Directions:
Return each line in the records below that includes "shotplan".
(Record excerpts begins)
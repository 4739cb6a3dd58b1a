"""The command line's shared seams: the text-table formatter, the list
options and their old spellings, the progress bar, and the one roll word.

Expected values are worked by hand in the comments (no outside source is
needed for a layout of text); the old spellings are those of the version
before this one (its README and --help).
"""

from __future__ import annotations

import argparse
import io
import json

import pytest

from shotplan.cli import main
from shotplan.cli.options import add_list_option, int_in, number, parse_list
from shotplan.cli.progress import ProgressBar, progress_bar
from shotplan.cli.text import Column, format_table, left, right
from shotplan.errors import InputError

WARNING = "shotplan: warning: "


# ------------------------------------------------------------------- text
def test_format_table_by_hand():
    # Widths: "name" 4 vs "pool-9ft" 8 -> 8; "mm" 2 vs "57.15" 5 -> 5, right-aligned;
    # two spaces between columns; no blanks at the end of a line.
    lines = format_table([Column("name"), Column("mm", ">")],
                         [["pool-9ft", "57.15"], ["carom", "61.5"]])
    assert lines == ["name         mm",
                     "pool-9ft  57.15",
                     "carom      61.5"]


def test_format_table_least_widths_gaps_and_no_trailing_blanks():
    # "#" right in 3, then a one-space gap, "kind" left in 6, then "x" left:
    # the last column's blanks are cut.
    cols = [Column("#", ">", 3), Column("kind", "<", 6, " "), Column("x", "<", 0, " ")]
    assert format_table(cols, [["1", "bank", ""]]) == ["  # kind   x", "  1 bank"]
    assert format_table(left("a", "b"), [["xx", "y"]], header=False) == ["xx  y"]
    assert format_table(right("a", "b"), [["xx", "y"]]) == [" a  b", "xx  y"]
    with pytest.raises(ValueError, match="a row of 1 cells in a table of 2 columns"):
        format_table(left("a", "b"), [["only"]])


# ---------------------------------------------------------------- options
def test_parse_list_and_number():
    assert parse_list(" 0.3, 0.9,", number(), "--distances") == [0.3, 0.9]
    with pytest.raises(InputError, match=r"^--speeds: 'x' is not a number$"):
        parse_list("1,x", number(), "--speeds")
    with pytest.raises(InputError, match="holds no values"):
        parse_list(",", number(), "--speeds")
    with pytest.raises(InputError, match="above 0"):
        parse_list("0", number("a distance in m", above=0.0), "--distances")
    with pytest.raises(InputError, match="finite"):
        parse_list("nan", number(), "--sides")
    assert int_in(1, 3)("2") == 2
    with pytest.raises(argparse.ArgumentTypeError, match="between 1 and 3"):
        int_in(1, 3)("4")


def _parser() -> argparse.ArgumentParser:
    p = argparse.ArgumentParser(prog="t", exit_on_error=False)
    add_list_option(p, "--speeds", number(), old_names=("--speed",), most=3)
    add_list_option(p, "--spins", str.lower, renames={"rolling": "follow"})
    return p


def test_new_spelling_is_silent_and_old_ones_say_the_new_one_once(capsys):
    p = _parser()
    assert p.parse_args(["--speeds", "1,2.5"]).speeds == [1.0, 2.5]
    assert capsys.readouterr().err == ""
    for old in (["--speed", "1,2.5"], ["--speeds", "1", "2.5"], ["--speed", "1", "2.5"]):
        assert p.parse_args(old).speeds == [1.0, 2.5]
        err = capsys.readouterr().err
        assert err.count("\n") == 1 and err.startswith(WARNING), err
        assert "write '--speeds 1,2.5'" in err
    assert p.parse_args(["--spins", "stun,Rolling"]).spins == ["stun", "follow"]
    err = capsys.readouterr().err
    assert err.count("\n") == 1 and "write '--spins stun,follow'" in err


def test_old_names_are_not_shown_in_help():
    text = _parser().format_help()
    assert "--speeds" in text and "--speed " not in text and "--speed," not in text


def test_a_list_too_long_is_refused_before_any_warning(capsys):
    with pytest.raises(argparse.ArgumentError, match="4 values, at most 3"):
        _parser().parse_args(["--speed", "1", "2", "3", "4"])
    assert capsys.readouterr().err == ""


# --------------------------------------------------------------- progress
class _Stream(io.StringIO):
    def __init__(self, tty: bool):
        super().__init__()
        self._tty = tty

    def isatty(self) -> bool:
        return self._tty


def test_progress_bar_updates_in_place_on_a_terminal_and_clears_its_line():
    s = _Stream(True)
    with progress_bar("study window", stream=s) as bar:
        bar.min_interval_s = 0.0
        for k in range(1, 5):
            bar(k, 4)
    text = s.getvalue()
    assert "\n" not in text and "study window" in text and "4/4" in text
    assert text.endswith("\r")  # the line is blanked when the work ends


def test_progress_bar_is_silent_in_a_pipe():
    s = _Stream(False)
    bar = ProgressBar("drill", stream=s)
    bar(1, 2)
    bar.close()
    bar(2, 2)  # after close: nothing
    assert s.getvalue() == ""


# --------------------------------------------------------- the roll word
def _run(capsys, *argv: str) -> tuple[int, str, str]:
    code = main(list(argv))
    out, err = capsys.readouterr()
    return code, out, err


def test_study_old_and_new_spellings_give_the_same_study(capsys):
    base = ("study", "window", "--distances", "0.5", "--step", "45", "--max", "45", "--json")
    code, new, err = _run(capsys, *base, "--tips", "stun,follow", "--cue-distances", "0.4")
    assert code == 0 and err == "", err
    code, old, err = _run(capsys, *base, "--tip", "stun", "rolling", "--cue-distance", "0.4")
    assert code == 0
    lines = err.splitlines()
    assert len(lines) == 2 and all(line.startswith(WARNING) for line in lines), err
    assert "write '--tips stun,follow'" in err and "write '--cue-distances 0.4'" in err
    drop = ("seconds", "simulations")
    a = {k: v for k, v in json.loads(new).items() if k not in drop}
    b = {k: v for k, v in json.loads(old).items() if k not in drop}
    assert a == b
    assert {p["tip"] for p in a["points"]} == {"stun", "follow"}


def test_throw_takes_one_distance_under_its_singular_name(capsys):
    code, out, err = _run(capsys, "study", "throw", "--distances", "0.3,0.6")
    assert code == 2 and out == ""
    assert err.count("\n") == 1 and "takes one value, got 2 (0.3,0.6)" in err


def test_cushion_files_with_the_old_roll_word_fit_the_same(tmp_path, capsys, monkeypatch):
    rows = ["launch_speed_mps,distance_m,spin", "0.30,0.55,{r}", "0.45,1.30,{r}",
            "0.60,2.31,{r}", "0.50,1.02,stun", "0.70,2.10,stun"]
    docs, errs = [], []
    for word in ("follow", "rolling"):  # the same file name in two folders
        (tmp_path / word).mkdir()
        (tmp_path / word / "m.csv").write_text("\n".join(rows).format(r=word) + "\n")
        monkeypatch.chdir(tmp_path / word)
        code, out, err = _run(capsys, "cushion", "fit", "m.csv", "--json")
        assert code == 0, err
        docs.append(json.loads(out))
        errs.append(err)
    assert errs[0] == ""
    assert errs[1].count("\n") == 1 and errs[1].startswith(WARNING)
    assert "'m.csv: spin rolling'" in errs[1] and "write 'spin follow'" in errs[1]
    assert docs[0] == docs[1]
    assert docs[0]["cloth_rolling_resistance"] is not None


def test_study_help_shows_the_new_spellings_only(capsys):
    assert main(["study", "throw", "--help"]) == 0
    text = capsys.readouterr().out
    assert "--spins SPIN,..." in text and "--speeds MPS,..." in text and "--distance M" in text
    assert "..." + " ...]" not in text  # no space-separated form advertised
    assert "--spin " not in text and "--distances" not in text and "rolling" not in text


def test_a_profile_written_with_the_old_roll_word_still_reports(tmp_path, capsys, monkeypatch):
    monkeypatch.chdir(tmp_path)
    (tmp_path / "m.csv").write_text("launch_speed_mps,distance_m,spin\n0.30,0.55,follow\n"
                                    "0.45,1.30,follow\n0.60,2.31,follow\n0.50,1.02,stun\n")
    assert main(["cushion", "fit", "m.csv", "-o", "new.json"]) == 0
    text = (tmp_path / "new.json").read_text()
    assert '"follow"' in text and '"rolling"' not in text
    (tmp_path / "old.json").write_text(text.replace('"follow"', '"rolling"'))
    capsys.readouterr()
    reports = []
    for name in ("new.json", "old.json"):
        assert main(["cushion", "report", name, "--json"]) == 0
        doc = json.loads(capsys.readouterr().out)
        doc.pop("profile", None)
        reports.append(json.dumps(doc, sort_keys=True).replace(name, "P"))
    assert reports[0] == reports[1]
(Record excerpts ends)
Result of this task:
from shotplan.cli import main
from shotplan.cli.options import add_list_option, int_in, number, parse_list
from shotplan.cli.progress import ProgressBar, progress_bar
from shotplan.cli.text import Column, format_table, left, right
from shotplan.errors import InputError
WARNING = "shotplan: warning: "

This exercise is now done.